2. Berkeley Housing Op-Ed. And speaking of Berkeley, City Councilor Lori Droste has reached out to some of California’s resident experts on housing policy and co-authored an Op-Ed calling for the city to allow more market rate housing, and to carefully assess whether proposed inclusionary housing requirements and higher “linkage fees”–surcharges on new construction to fund affordable housing programs–will discourage additional housing in the city. The Op-ed argues that “Downzoning would be a disastrous step backwards for Berkeley, and will undoubtedly worsen affordability and lead to even more displacement and exclusion.” It also points out that the city’s linkage fees would be the highest in the Bay Area, and could be so high that  “we will drive new housing to other cities and will not likely see any affordable housing–or any housing–in Berkeley for a long time.” Droste is joined in the letter by UCLA’s Michael Lens and Paavo Monkkonen, who specifically argue that downzoning will lead to higher housing costs and more displacement from Berkeley. Also signing the letter is UC Berkeley’ planning professor Karen Chapple and Terner Housing Center Director Carol Galante. Berkeley is fortunate to have so many heavyweights weighing in on their deliberations–but what they have to say applies with equal force to many other cities.

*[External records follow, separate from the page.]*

TEST_F(LifecycleTest, DriftRefitApproveSteadyRollbackAudit) {
  Start(R"({"mode": "PROPOSE", "min_labelled": 500, "l2": 1.0,
            "holdout_fraction": 0.3, "min_new_labelled": 1500})");
  const std::string original = ActiveVersion();
  ASSERT_FALSE(original.empty());
  const std::string data = DataDir();

  // Normal weeks, then the storm season. Its inputs alone make the monitor
  // judge drifting (stability figures); the drift policy's refit waits for
  // 1500 outcomes after that (min_new_labelled), then starts by itself and
  // fits the storm's labels too.
  ScoreAndReport(data + "/parcels.csv", data + "/outcomes.csv");
  // The monitor sees the normal weeks steady before the storm begins: the
  // drift's onset (the last steady evaluation) then separates the storm's
  // records from the weeks before, and the drift job trains on the storm's.
  const absl::Time normal_done = absl::Now();
  ASSERT_TRUE(PollUntil([&] {
    const v1::SetHealth h = Health();
    return h.state() == v1::STEADY && h.has_evaluated_at() &&
           absl::FromUnixSeconds(h.evaluated_at().seconds()) +
                   absl::Nanoseconds(h.evaluated_at().nanos()) >
               normal_done;
  }));
  Score(data + "/parcels_drift.csv");
  ASSERT_TRUE(PollUntil([&] {
    return absl::StrContains(plumbd_->Log(), "event=refit_waits_for_labels");
  })) << plumbd_->Log();
  EXPECT_EQ(Health().state(), v1::DRIFTING);
  EXPECT_FALSE(Metric("plumbline_refit_jobs_total",
                      {{"set", kSet}, {"result", "failed"}})
                   .has_value());
  Report(data + "/outcomes_drift.csv");
  std::string drift_candidate;
  ASSERT_TRUE(PollUntil([&] {
    for (const v1::VersionInfo& v : Versions()) {
      if (v.state() == v1::CANDIDATE) drift_candidate = v.version();
    }
    return !drift_candidate.empty();
  })) << plumbd_->Log()
      << Plumbctl({"audit", "--set", kSet}).out;
  for (const v1::VersionInfo& v : Versions()) {
    if (v.version() != drift_candidate) continue;
    EXPECT_TRUE(absl::StartsWith(v.created_by(), "refit job"))
        << v.created_by();
    EXPECT_TRUE(absl::StrContains(v.created_by(), "(drift)")) << v.created_by();
    EXPECT_TRUE(absl::StartsWith(v.reason(), "drifting:")) << v.reason();
    EXPECT_TRUE(
        absl::StrContains(v.reason(), "new outcomes since the drift was seen"))
        << v.reason();
    EXPECT_TRUE(absl::StrContains(v.comparison(), "candidate wins"));
  }
  // The first job won: none was spent on the labels from before the storm.
  for (const v1::VersionInfo& v : Versions()) {
    if (v.version() == drift_candidate) {
      EXPECT_EQ(v.created_by(), "refit job 1 (drift)");
    }
  }
  EXPECT_EQ(ActiveVersion(), original) << "mode PROPOSE must not promote";

  // A manual refit over every labelled record.
  ProcessResult refit = Plumbctl({"refit", "--set", kSet, "--reason", "test"});
  ASSERT_EQ(refit.exit_code, 0) << refit.err;
  ASSERT_TRUE(absl::StrContains(refit.out, "refit proposed")) << refit.out;
  // plumbctl refit prints the ladder: a row per rung, the closed test, the
  // rung chosen; the comparison used the out-of-time holdout.
  for (const char* part :
       {"updating ladder on 2800 training records", "intercept recalibration",
        "logistic recalibration", "ridge toward the active coefficients",
        "full re-estimation", "rung 4 vs active", "chose rung ",
        "out of time: the latest 1200 by score time"}) {
    EXPECT_TRUE(absl::StrContains(refit.out, part)) << part << "\n"
                                                    << refit.out;
  }
  std::string candidate;
  std::string comparison;
  for (const v1::VersionInfo& v : Versions()) {
    if (v.state() == v1::CANDIDATE && v.version() != drift_candidate) {
      candidate = v.version();
      comparison = v.comparison();
    }
  }
  ASSERT_FALSE(candidate.empty()) << refit.out;

  // The holdout comparison recomputed outside plumbd: lifecycle_check.py
  // re-implements the documented split in Python, takes the active
  // version's stored log-odds and the candidate's document from the ledger,
  // the candidate's holdout scores come from `plumbctl score --set-file`,
  // and the figures from scikit-learn 1.2 sklearn.metrics.log_loss,
  // scipy.stats.sem and scipy.stats.norm.ppf(0.975).
  const std::string out_dir = dir_.File("check");
  std::filesystem::create_directories(out_dir);
  // The check reads packed rows with the package's plumbline.ledger_rows.
  setenv("PYTHONPATH", PLUMBLINE_PYTHON_DIR, 1);
  absl::StatusOr<ProcessResult> check = testing::RunProcess(
      {PLUMBLINE_PYTHON, LIFECYCLE_CHECK_PY, dir_.File("ledger.db"), kSet,
       original, kHoldoutFraction, out_dir},
      dir_.path());
  ASSERT_TRUE(check.ok()) << check.status();
  ASSERT_EQ(check->exit_code, 0) << check->err;
  google::protobuf::Struct split;
  ASSERT_TRUE(
      google::protobuf::util::JsonStringToMessage(check->out, &split).ok())
      << check->out;
  EXPECT_EQ(Field(split, "train") + Field(split, "holdout"), 4000);
  ProcessResult offline =
      Plumbctl({"score", "--set-file", out_dir + "/candidate.json", "--csv",
                out_dir + "/holdout.csv", "--out", out_dir + "/scored.csv"});
  ASSERT_EQ(offline.exit_code, 0) << offline.err;
  absl::StatusOr<ProcessResult> recomputed =
      testing::RunProcess({PLUMBLINE_PYTHON, LIFECYCLE_CHECK_PY, "--compare",
                           out_dir, out_dir + "/scored.csv"},
                          dir_.path());
  ASSERT_TRUE(recomputed.ok()) << recomputed.status();
  ASSERT_EQ(recomputed->exit_code, 0) << recomputed->err;
  google::protobuf::Struct reference;
  ASSERT_TRUE(
      google::protobuf::util::JsonStringToMessage(recomputed->out, &reference)
          .ok())
      << recomputed->out;
  const Comparison got = ParseComparison(comparison);
  EXPECT_EQ(got.records, static_cast<int64_t>(Field(reference, "records")))
      << comparison;
  EXPECT_EQ(got.records, static_cast<int64_t>(Field(split, "holdout")));
  // plumbd prints 6 decimals.
  constexpr double kPrinted = 5.1e-7;
  EXPECT_NEAR(got.active, Field(reference, "active_log_loss"), kPrinted);
  EXPECT_NEAR(got.candidate, Field(reference, "candidate_log_loss"), kPrinted);
  EXPECT_NEAR(got.difference, Field(reference, "difference"), kPrinted);
  EXPECT_NEAR(got.lower, Field(reference, "lower_95"), kPrinted);
  EXPECT_NEAR(got.upper, Field(reference, "upper_95"), kPrinted);
  // The split holds out the share asked for: within 4 binomial standard
  // deviations (sqrt(4000 * 0.3 * 0.7) = 29) of 1200.
  EXPECT_NEAR(static_cast<double>(got.records), 1200.0, 4 * 29.0) << comparison;

  // Approve: the candidate serves at once.
  ProcessResult approve = Plumbctl({"approve", "--set", kSet, "--version",
                                    candidate, "--reason", "holdout reviewed"});
  ASSERT_EQ(approve.exit_code, 0) << approve.err;
  EXPECT_EQ(ActiveVersion(), candidate);

  // Fresh traffic from the mix the candidate was fitted on: its own windows
  // judge it steady. The out-of-time holdout held out the latest 1200
  // records (the storm's last 1200 parcels), so it was fitted on the normal
  // weeks and the storm's first 800 parcels: the same mix, merged evenly so
  // that every window holds both seasons in that share, twice over.
  Mix(data + "/parcels.csv", data + "/parcels_drift.csv", 800,
      dir_.File("mix.csv"), {"again-", "again2-"});
  Mix(data + "/outcomes.csv", data + "/outcomes_drift.csv", 800,
      dir_.File("mix_outcomes.csv"), {"again-", "again2-"});
  ScoreAndReport(dir_.File("mix.csv"), dir_.File("mix_outcomes.csv"));
  v1::SetHealth health;
  ASSERT_TRUE(PollUntil([&] {
    health = Health();
    return health.version() == candidate && health.windows_size() > 0 &&
           health.windows(0).labelled() >= 4000;
  })) << health.DebugString();
  EXPECT_EQ(health.state(), v1::STEADY) << health.DebugString();

  // Shadow the drift job's candidate: scored beside the active version,
  // kept in the ledger, never returned. The drift job fitted the storm's
  // parcels only (since the drift's onset), which hold no 'warehouse'
  // building, a level the manual refit now active learned from the normal
  // weeks: the shadow needs that change allowed, and the audit records it.
  ProcessResult refused =
      Plumbctl({"shadow", "--set", kSet, "--version", drift_candidate});
  EXPECT_NE(refused.exit_code, 0);
  EXPECT_TRUE(absl::StrContains(refused.err, "loses level 'warehouse'"))
      << refused.err;
  ProcessResult shadow = Plumbctl({"shadow", "--set", kSet, "--version",
                                   drift_candidate, "--allow_schema_change"});
  ASSERT_EQ(shadow.exit_code, 0) << shadow.err;
  ProcessResult one = Plumbctl(
      {"score", "--set", kSet, "--record_id", "shadow-check", "--json",
       R"({"distance_km": 23.5, "parcel_weight_kg": 7.2, "hour_of_day": 14,
           "building_type": "flat", "prior_failed_attempts": 2,
           "rainfall_mm": null})"});
  ASSERT_EQ(one.exit_code, 0) << one.err;
  EXPECT_TRUE(absl::StrContains(one.out, candidate)) << one.out;
  EXPECT_FALSE(absl::StrContains(one.out, drift_candidate)) << one.out;
  {
    absl::StatusOr<std::unique_ptr<SqliteDb>> db =
        SqliteDb::Open(dir_.File("ledger.db"));
    ASSERT_TRUE(db.ok());
    absl::StatusOr<std::unique_ptr<SqliteStatement>> q = (*db)->Prepare(
        "SELECT role, set_version FROM ledger_scores WHERE record_id = "
        "'shadow-check' ORDER BY role");
    ASSERT_TRUE(q.ok());
    std::vector<std::string> rows;
    while (*(*q)->Step()) {
      rows.push_back(
          absl::StrCat((*q)->ColumnText(0), " ", (*q)->ColumnText(1)));
    }
    EXPECT_EQ(rows, (std::vector<std::string>{"active " + candidate,
                                              "shadow " + drift_candidate}));
  }

  // Rollback restores the version that served before.
  ProcessResult rollback = Plumbctl({"rollback", "--set", kSet});
  ASSERT_EQ(rollback.exit_code, 0) << rollback.err;
  EXPECT_EQ(ActiveVersion(), original);
  ASSERT_TRUE(PollUntil([&] { return Health().version() == original; }));

  // The audit, oldest first, names every step with its actor.
  ProcessResult audit = Plumbctl({"audit", "--set", kSet});
  ASSERT_EQ(audit.exit_code, 0) << audit.err;
  std::vector<std::string> actions;
  for (absl::string_view line : absl::StrSplit(audit.out, '\n')) {
    std::vector<std::string> words =
        absl::StrSplit(line, ' ', absl::SkipEmpty());
    if (words.size() >= 3 && words[0] != "time") {
      actions.push_back(absl::StrCat(words[1], " ", words[2]));
    }
  }
  auto position = [&](const std::string& entry) {
    for (size_t i = 0; i < actions.size(); ++i) {
      if (actions[i] == entry) return static_cast<int>(i);
    }
    ADD_FAILURE() << "audit lacks '" << entry << "':\n" << audit.out;
    return -1;
  };
  const int loaded = position(original + " loaded");
  const int fit = position(candidate + " fit");
  const int compared = position(candidate + " compared");
  const int approved = position(candidate + " approved");
  const int activated = position(candidate + " activated");
  const int shadowed = position(drift_candidate + " shadowed");
  const int rolled_back = position(original + " rolled_back");
  EXPECT_LT(loaded, fit);
  EXPECT_LT(fit, compared);
  EXPECT_LT(compared, approved);
  EXPECT_LT(approved, activated);
  EXPECT_LT(activated, shadowed);
  EXPECT_LT(shadowed, rolled_back);
  EXPECT_TRUE(absl::StrContains(audit.out, "test-operator")) << audit.out;

  // Both jobs proposed; none failed.
  EXPECT_EQ(Metric("plumbline_refit_jobs_total",
                   {{"set", kSet}, {"result", "proposed"}}),
            2.0);
}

3. Kids in cities:  Lessons from Vancouver.  Brent Toderian discusses the kinds of planning and investments that can make cities more welcoming to families with children. Three keys: encouraging the construction of family-sized units, providing for day-care and schools in denser areas, and designing the public realm so that it works for children as well as adults.

 New ideas

1. Philadelphia’s Middle Neighborhoods. The Reinvestment Fund’s Emily Dowdall has a new report digging into the health and prospects of Philadelphia’s “Middle Neighborhoods.” Middle neighborhoods are identified by average neighborhood income, and have incomes that are between 80 percent and 120 percent of the regional median. The report further classifies these middle neighborhoods by their racial and ethnic composition, and tracks changes in population, income levels and home values in each segment. A plurality of these middle neighborhoods are classified as “mixed race and ethnicity,” meaning no single ethnic group dominates. These mixed middle neighborhoods have added population in the past 15 years; growing about four times faster than all other middle neighborhoods (9 percent vs 2 percent since 2000). While poor and upscale neighborhoods often get most of the policy attention, these middle neighborhoods are often the most racially/ethnically diverse neighborhoods in a city. In Philadelphia middle neighborhoods  home to a majority of the city’s foreign born residents, a key demographic group behind citywide population growth.

2. Tech Cities. Real estate brokers Cushman-Wakefield have a new report out ranking the nation’s metro areas according to their tech prowess.  No surprises here:  Silicon Valley and San Francisco come out top of the list. These rankings are based on an analysis of education levels, venture capital funding, the concentration of jobs in electronics, software and other technology related firms, and measures of entrepreneurship. The underlying data is probably of greater use than the rankings here. But beware, at least one table contains some inaccurate information. On page 17, of their report, metro Denver’s educational attainment rate is ranked number one, based on a reported 55 percent of adults having completed at least a four-year college degree.  But actually, according to Census data (American Community Survey, 2015 One-Year Estimates, Table S-1501), the metro area’s four year college attainment rate is actually 41.8 percent–still high, but not number one.

Unfortunately, Denver’s #1 ranking is based on incorrect data.